[Problem requirements]
Stop after the line containing "of N bytes.": print each line exactly from the first line of the listing up to that point.

______________________________

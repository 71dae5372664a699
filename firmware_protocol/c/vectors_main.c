/*
 * vectors_main.c - host program around taprig_link.c: golden vectors and checks.
 *
 *   vectors_main OUTDIR               write the device -> host golden vectors
 *                                     (the .bin files of firmware_protocol/vectors/)
 *   vectors_main --parse FILE [--chunk N]
 *                                     parse a host -> device COMMAND stream; one line
 *                                     per command or refused command, then the counters.
 *                                     N = 0 (default): the whole file to trl_rx_feed;
 *                                     N = 1: trl_rx_push / trl_rx_poll byte by byte;
 *                                     N > 1: trl_rx_feed in chunks of N bytes.
 *   vectors_main --selftest           CRC check values and encoder edge cases
 *   vectors_main --crc FILE           both CRCs of a file, one-shot and incremental
 *
 * Built and run by tests/firmware_protocol/test_c_reference.py, which compares
 * every byte and line with the Python implementation.
 */
#include <math.h>
#include <stdio.h>
#include <stdlib.h>
#include <string.h>

#include "taprig_link.h"

static uint8_t frame_buf[TRL_MAX_FRAME];

/* ---- golden vectors (values listed in vectors/manifest.json) ------------- */

static int write_file(const char *dir, const char *name, const uint8_t *data, size_t len)
{
    char path[4096];
    FILE *f;
    int ok;
    if (len == 0u) {
        fprintf(stderr, "vectors_main: %s: the encoder refused its arguments\n", name);
        return 0;
    }
    if ((size_t)snprintf(path, sizeof path, "%s/%s", dir, name) >= sizeof path) {
        fprintf(stderr, "vectors_main: output path too long\n");
        return 0;
    }
    f = fopen(path, "wb");
    if (f == NULL) {
        perror(path);
        return 0;
    }
    ok = fwrite(data, 1, len, f) == len;
    ok = (fclose(f) == 0) && ok;
    if (!ok)
        perror(path);
    return ok;
}

static int write_vectors(const char *dir)
{
    /* One device session: every frame takes the next seq, 0 to 6. */
    static const int32_t int16_codes[] = {0, -1, 32767, -32768, 1234, -1234, 100, 200};
    static const int32_t int24_codes[] = {0,        1,      -1,      8388607,
                                          -8388608, 123456, -123456, 42,
                                          7,        -7,     65536,   -65536};
    static const int32_t int32_codes[] = {INT32_MAX, INT32_MIN, 0, -19088744};
    static const float f32_volts[] = {0.5f, -0.25f, 1.0f, -1.0f, 3.0517578125e-05f, 0.0f};
    trl_seq_t tx;
    trl_info_t info;
    trl_status_t status;
    trl_ack_t ack;
    unsigned c;
    size_t cap = sizeof frame_buf;
    int ok = 1;

    trl_seq_init(&tx, 0u);
    memset(&info, 0, sizeof info);
    info.channels = 4u;
    info.format = TRL_FMT_INT24;
    info.rate_milli_hz = 51200000ul;
    info.device_id = "TR-REF-01";
    info.firmware = "1.0.0";
    for (c = 0; c < info.channels; ++c) {
        info.channel[c].full_scale_v = 5.0f;
        info.channel[c].adc_bits = 24u;
    }
    ok = ok && write_file(dir, "info_4ch_int24.bin", frame_buf,
                          trl_encode_info(frame_buf, cap, &tx, &info));
    ok = ok && write_file(dir, "data_int16.bin", frame_buf,
                          trl_encode_data(frame_buf, cap, &tx, 1000u, 2u, TRL_FMT_INT16,
                                          int16_codes, 4u));
    ok = ok && write_file(dir, "data_int24.bin", frame_buf,
                          trl_encode_data(frame_buf, cap, &tx, 4294967296ull, 4u, TRL_FMT_INT24,
                                          int24_codes, 3u));
    ok = ok && write_file(dir, "data_int32.bin", frame_buf,
                          trl_encode_data(frame_buf, cap, &tx, 5u, 1u, TRL_FMT_INT32,
                                          int32_codes, 4u));
    ok = ok && write_file(dir, "data_float32.bin", frame_buf,
                          trl_encode_data_f32(frame_buf, cap, &tx, 7u, 2u, f32_volts, 3u));
    status.sample_index = 123456789u;
    status.overload_mask = 0x0005u;
    status.state = TRL_STATE_STREAMING;
    status.overruns = 3u;
    ok = ok && write_file(dir, "status.bin", frame_buf,
                          trl_encode_status(frame_buf, cap, &tx, &status));
    ack.opcode = (uint8_t)TRL_OP_PING;
    ack.result = (uint8_t)TRL_ACK_OK;
    ack.tag = 0xBEEFu;
    ack.value = 0xDEADBEEFul;
    ok = ok && write_file(dir, "ack.bin", frame_buf, trl_encode_ack(frame_buf, cap, &tx, &ack));
    return ok ? 0 : 1;
}

/* ---- COMMAND stream parsing ---------------------------------------------- */

static uint8_t *read_file(const char *path, size_t *len)
{
    FILE *f = fopen(path, "rb");
    uint8_t *data = NULL;
    size_t size = 0u;
    size_t got;
    uint8_t chunk[4096];
    if (f == NULL) {
        perror(path);
        return NULL;
    }
    while ((got = fread(chunk, 1, sizeof chunk, f)) > 0u) {
        uint8_t *grown = (uint8_t *)realloc(data, size + got);
        if (grown == NULL) {
            free(data);
            fclose(f);
            return NULL;
        }
        data = grown;
        memcpy(data + size, chunk, got);
        size += got;
    }
    fclose(f);
    if (data == NULL)
        data = (uint8_t *)malloc(1u); /* an empty file is a valid, empty stream */
    *len = size;
    return data;
}

static void print_event(trl_rx_kind_t kind, const trl_rx_event_t *ev)
{
    if (kind == TRL_RX_COMMAND)
        printf("seq=%u opcode=%u tag=%u arg=%lu\n", (unsigned)ev->seq, (unsigned)ev->opcode,
               (unsigned)ev->tag, (unsigned long)ev->argument);
    else
        printf("refused opcode=%u tag=%u result=%u\n", (unsigned)ev->opcode, (unsigned)ev->tag,
               (unsigned)ev->result);
}

static int parse_stream(const char *path, size_t chunk)
{
    trl_rx_t rx;
    trl_rx_event_t ev;
    trl_rx_kind_t kind;
    size_t len = 0u;
    size_t off = 0u;
    uint8_t *data = read_file(path, &len);
    if (data == NULL)
        return 1;
    trl_rx_init(&rx);
    if (chunk == 1u) {
        /* The interrupt-style loop of the header comment. */
        for (off = 0u; off < len; ++off)
            for (kind = trl_rx_push(&rx, data[off], &ev); kind != TRL_RX_NONE;
                 kind = trl_rx_poll(&rx, &ev))
                print_event(kind, &ev);
    } else {
        size_t step = chunk == 0u ? len : chunk;
        while (off < len) {
            size_t n = len - off < step ? len - off : step;
            const uint8_t *p = data + off;
            size_t used;
            off += n;
            while ((kind = trl_rx_feed(&rx, p, n, &used, &ev)) != TRL_RX_NONE) {
                p += used;
                n -= used;
                print_event(kind, &ev);
            }
        }
    }
    printf("header_crc_errors=%lu frame_crc_errors=%lu skipped=%lu\n",
           (unsigned long)rx.stats.header_crc_errors, (unsigned long)rx.stats.frame_crc_errors,
           (unsigned long)rx.stats.skipped);
    free(data);
    return 0;
}

/* ---- self-test: CRC check values and encoder edge cases ------------------ */

static void print_case(const char *name, size_t cap, size_t len, const uint8_t *data)
{
    size_t i;
    printf("case %s cap=%lu len=%lu ", name, (unsigned long)cap, (unsigned long)len);
    if (len == 0u)
        printf("-");
    for (i = 0; i < len; ++i)
        printf("%02x", (unsigned)data[i]);
    printf("\n");
}

/* An INFO of `channels` channels, int24 at 48 kHz, 2.5 V and 24 bits each. */
static void base_info(trl_info_t *info, uint8_t channels)
{
    unsigned c;
    memset(info, 0, sizeof *info);
    info->channels = channels;
    info->format = TRL_FMT_INT24;
    info->rate_milli_hz = 48000000ul;
    info->device_id = "EDGE";
    info->firmware = "0.1";
    for (c = 0; c < TRL_MAX_CHANNELS; ++c) {
        info->channel[c].full_scale_v = 2.5f;
        info->channel[c].adc_bits = 24u;
    }
}

static void info_case(const char *name, const trl_info_t *info)
{
    trl_seq_t tx;
    trl_seq_init(&tx, 20u);
    print_case(name, sizeof frame_buf, trl_encode_info(frame_buf, sizeof frame_buf, &tx, info),
               frame_buf);
}

static void data_case(const char *name, size_t cap, uint8_t channels, trl_format_t format,
                      const int32_t *codes, size_t frames)
{
    trl_seq_t tx;
    trl_seq_init(&tx, 30u);
    print_case(name, cap,
               trl_encode_data(frame_buf, cap, &tx, 77u, channels, format, codes, frames),
               frame_buf);
}

static void selftest(void)
{
    static const char check[] = "123456789";
    static int32_t many[4u * 4091u];
    /* Infinities, negative zero, the smallest and largest subnormal, the largest
     * finite value: the bits must come through unchanged. */
    static const float specials[] = {INFINITY, -INFINITY, -0.0f, 0x1p-149f,
                                     3.4028234663852886e38f, -0x1.fffffcp-127f};
    uint32_t s;
    size_t i;
    trl_info_t info;
    trl_ack_t ack;
    trl_seq_t tx;
    size_t n1;
    size_t n2;
    static const int32_t over16[] = {32768};
    static const int32_t under16[] = {-32769};
    static const int32_t over24[] = {8388608};
    static const int32_t under24[] = {-8388609};
    static const int32_t edges16[] = {32767, -32768};

    printf("crc16_xmodem_check=0x%04X\n", (unsigned)trl_crc16_xmodem(check, 9u));
    printf("crc32_iso_hdlc_check=0x%08lX\n", (unsigned long)trl_crc32(check, 9u));
    s = trl_crc32_init();
    s = trl_crc32_update(s, check, 4u);
    s = trl_crc32_update(s, check + 4, 0u);
    s = trl_crc32_update(s, check + 4, 5u);
    printf("crc32_incremental_check=0x%08lX\n", (unsigned long)trl_crc32_final(s));
    printf("crc16_incremental_check=0x%04X\n",
           (unsigned)trl_crc16_xmodem_update(trl_crc16_xmodem_update(0u, check, 2u), check + 2,
                                             7u));

    /* Sample codes: a deterministic spread over the int16 range. */
    for (i = 0; i < sizeof many / sizeof many[0]; ++i)
        many[i] = (int32_t)((i * 7919u) % 65536u) - 32768;

    data_case("int16_edges", 64u, 1u, TRL_FMT_INT16, edges16, 2u);
    data_case("int16_over", 64u, 1u, TRL_FMT_INT16, over16, 1u);
    data_case("int16_under", 64u, 1u, TRL_FMT_INT16, under16, 1u);
    data_case("int24_over", 64u, 1u, TRL_FMT_INT24, over24, 1u);
    data_case("int24_under", 64u, 1u, TRL_FMT_INT24, under24, 1u);
    data_case("int16_1ch_4090", sizeof frame_buf, 1u, TRL_FMT_INT16, many, 4090u);
    data_case("int16_1ch_4091", sizeof frame_buf, 1u, TRL_FMT_INT16, many, 4091u);
    data_case("int24_4ch_681", sizeof frame_buf, 4u, TRL_FMT_INT24, many, 681u);
    data_case("int24_4ch_682", sizeof frame_buf, 4u, TRL_FMT_INT24, many, 682u);
    data_case("int24_2ch_0", 64u, 2u, TRL_FMT_INT24, many, 0u);
    data_case("int16_2ch_cap_exact", TRL_DATA_FRAME_SIZE(3u, 2u, 2u), 2u, TRL_FMT_INT16, many,
              3u);
    data_case("int16_2ch_cap_short", TRL_DATA_FRAME_SIZE(3u, 2u, 2u) - 1u, 2u, TRL_FMT_INT16,
              many, 3u);

    trl_seq_init(&tx, 40u);
    print_case("f32_specials", 64u,
               trl_encode_data_f32(frame_buf, 64u, &tx, 0u, 3u, specials, 2u), frame_buf);

    base_info(&info, 16u);
    info_case("info_16ch", &info);
    base_info(&info, 17u);
    info_case("info_17ch", &info);
    base_info(&info, 1u);
    info.rate_milli_hz = 999ul;
    info_case("info_rate_999", &info);
    info.rate_milli_hz = 1000ul;
    info_case("info_rate_1000", &info);
    info.rate_milli_hz = 1000000000ul;
    info_case("info_rate_1e9", &info);
    info.rate_milli_hz = 1000000001ul;
    info_case("info_rate_1e9_plus_1", &info);
    base_info(&info, 1u);
    info.device_id = "ABCDEFGHIJKLMNOP";
    info_case("info_id_16", &info);
    info.device_id = "ABCDEFGHIJKLMNOPQ";
    info_case("info_id_17", &info);
    info.device_id = "caf\xC3\xA9";
    info_case("info_id_non_ascii", &info);
    base_info(&info, 2u);
    info.format = TRL_FMT_INT16;
    info.channel[0].adc_bits = 12u; /* a 12-bit converter sent as int16 */
    info.channel[1].adc_bits = 16u;
    info_case("info_int16_bits_16", &info);
    info.channel[1].adc_bits = 17u;
    info_case("info_int16_bits_17", &info);
    info.channel[1].adc_bits = 0u;
    info_case("info_int16_bits_0", &info);
    info.format = TRL_FMT_INT32;
    info.channel[1].adc_bits = 32u;
    info_case("info_int32_bits_32", &info);
    info.format = TRL_FMT_FLOAT32;
    info.channel[1].adc_bits = 24u;
    info_case("info_float32_bits_24", &info);
    info.channel[1].adc_bits = 25u;
    info_case("info_float32_bits_25", &info);
    base_info(&info, 2u);
    info.channel[1].full_scale_v = 0.0f;
    info_case("info_fs_zero", &info);
    info.channel[1].full_scale_v = -1.0f;
    info_case("info_fs_negative", &info);
    info.channel[1].full_scale_v = INFINITY;
    info_case("info_fs_inf", &info);
    info.channel[1].full_scale_v = 0x1p-149f;
    info_case("info_fs_subnormal", &info);

    /* The counter wraps 65535 -> 0, and a refused frame does not use a seq. */
    ack.opcode = (uint8_t)TRL_OP_STOP;
    ack.result = (uint8_t)TRL_ACK_BUSY;
    ack.tag = 0x0102u;
    ack.value = 0u;
    trl_seq_init(&tx, 65535u);
    n1 = trl_encode_ack(frame_buf, sizeof frame_buf, &tx, &ack);
    n2 = trl_encode_ack(frame_buf + n1, sizeof frame_buf - n1, &tx, &ack);
    print_case("ack_wrap", sizeof frame_buf, n1 != 0u && n2 != 0u ? n1 + n2 : 0u, frame_buf);
    trl_seq_init(&tx, 7u);
    n1 = trl_encode_data(frame_buf, 64u, &tx, 0u, 1u, TRL_FMT_INT16, over16, 1u);
    n2 = trl_encode_ack(frame_buf, TRL_ACK_FRAME_SIZE - 1u, &tx, &ack);
    print_case("ack_after_refusals", TRL_ACK_FRAME_SIZE, n1 == 0u && n2 == 0u
               ? trl_encode_ack(frame_buf, TRL_ACK_FRAME_SIZE, &tx, &ack) : 0u, frame_buf);
}

static int crc_file(const char *path)
{
    size_t len = 0u;
    size_t off = 0u;
    size_t step = 1u;
    uint16_t c16 = 0u;
    uint32_t s = trl_crc32_init();
    uint8_t *data = read_file(path, &len);
    if (data == NULL)
        return 1;
    /* Incremental: pieces of 1, 2, ... 13 bytes, over and over. */
    while (off < len) {
        size_t n = len - off < step ? len - off : step;
        s = trl_crc32_update(s, data + off, n);
        c16 = trl_crc16_xmodem_update(c16, data + off, n);
        off += n;
        step = step % 13u + 1u;
    }
    printf("crc16_xmodem=0x%04X crc32_iso_hdlc=0x%08lX crc16_pieces=0x%04X crc32_pieces=0x%08lX\n",
           (unsigned)trl_crc16_xmodem(data, len), (unsigned long)trl_crc32(data, len),
           (unsigned)c16, (unsigned long)trl_crc32_final(s));
    free(data);
    return 0;
}

static void usage(void)
{
    fprintf(stderr, "usage: vectors_main OUTDIR\n"
                    "       vectors_main --parse FILE [--chunk N]\n"
                    "       vectors_main --selftest\n"
                    "       vectors_main --crc FILE\n");
}

int main(int argc, char **argv)
{
    if (argc == 2 && strcmp(argv[1], "--selftest") == 0) {
        selftest();
        return 0;
    }
    if (argc == 3 && strcmp(argv[1], "--crc") == 0)
        return crc_file(argv[2]);
    if ((argc == 3 || argc == 5) && strcmp(argv[1], "--parse") == 0) {
        size_t chunk = 0u;
        if (argc == 5) {
            char *end = NULL;
            unsigned long v;
            if (strcmp(argv[3], "--chunk") != 0) {
                usage();
                return 2;
            }
            v = strtoul(argv[4], &end, 10);
            if (end == argv[4] || *end != '\0') {
                usage();
                return 2;
            }
            chunk = (size_t)v;
        }
        return parse_stream(argv[2], chunk);
    }
    if (argc == 2 && argv[1][0] != '-')
        return write_vectors(argv[1]);
    usage();
    return 2;
}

______________________________

[Task response]
repository 71dae5372664a699
filename firmware_protocol/c/vectors_main.c
/*
 * vectors_main.c - host program around taprig_link.c: golden vectors and checks.
 *
 *   vectors_main OUTDIR               write the device -> host golden vectors
 *                                     (the .bin files of firmware_protocol/vectors/)
 *   vectors_main --parse FILE [--chunk N]
 *                                     parse a host -> device COMMAND stream; one line
 *                                     per command or refused command, then the counters.
 *                                     N = 0 (default): the whole file to trl_rx_feed;
 *                                     N = 1: trl_rx_push / trl_rx_poll byte by byte;
 *                                     N > 1: trl_rx_feed in chunks of N bytes.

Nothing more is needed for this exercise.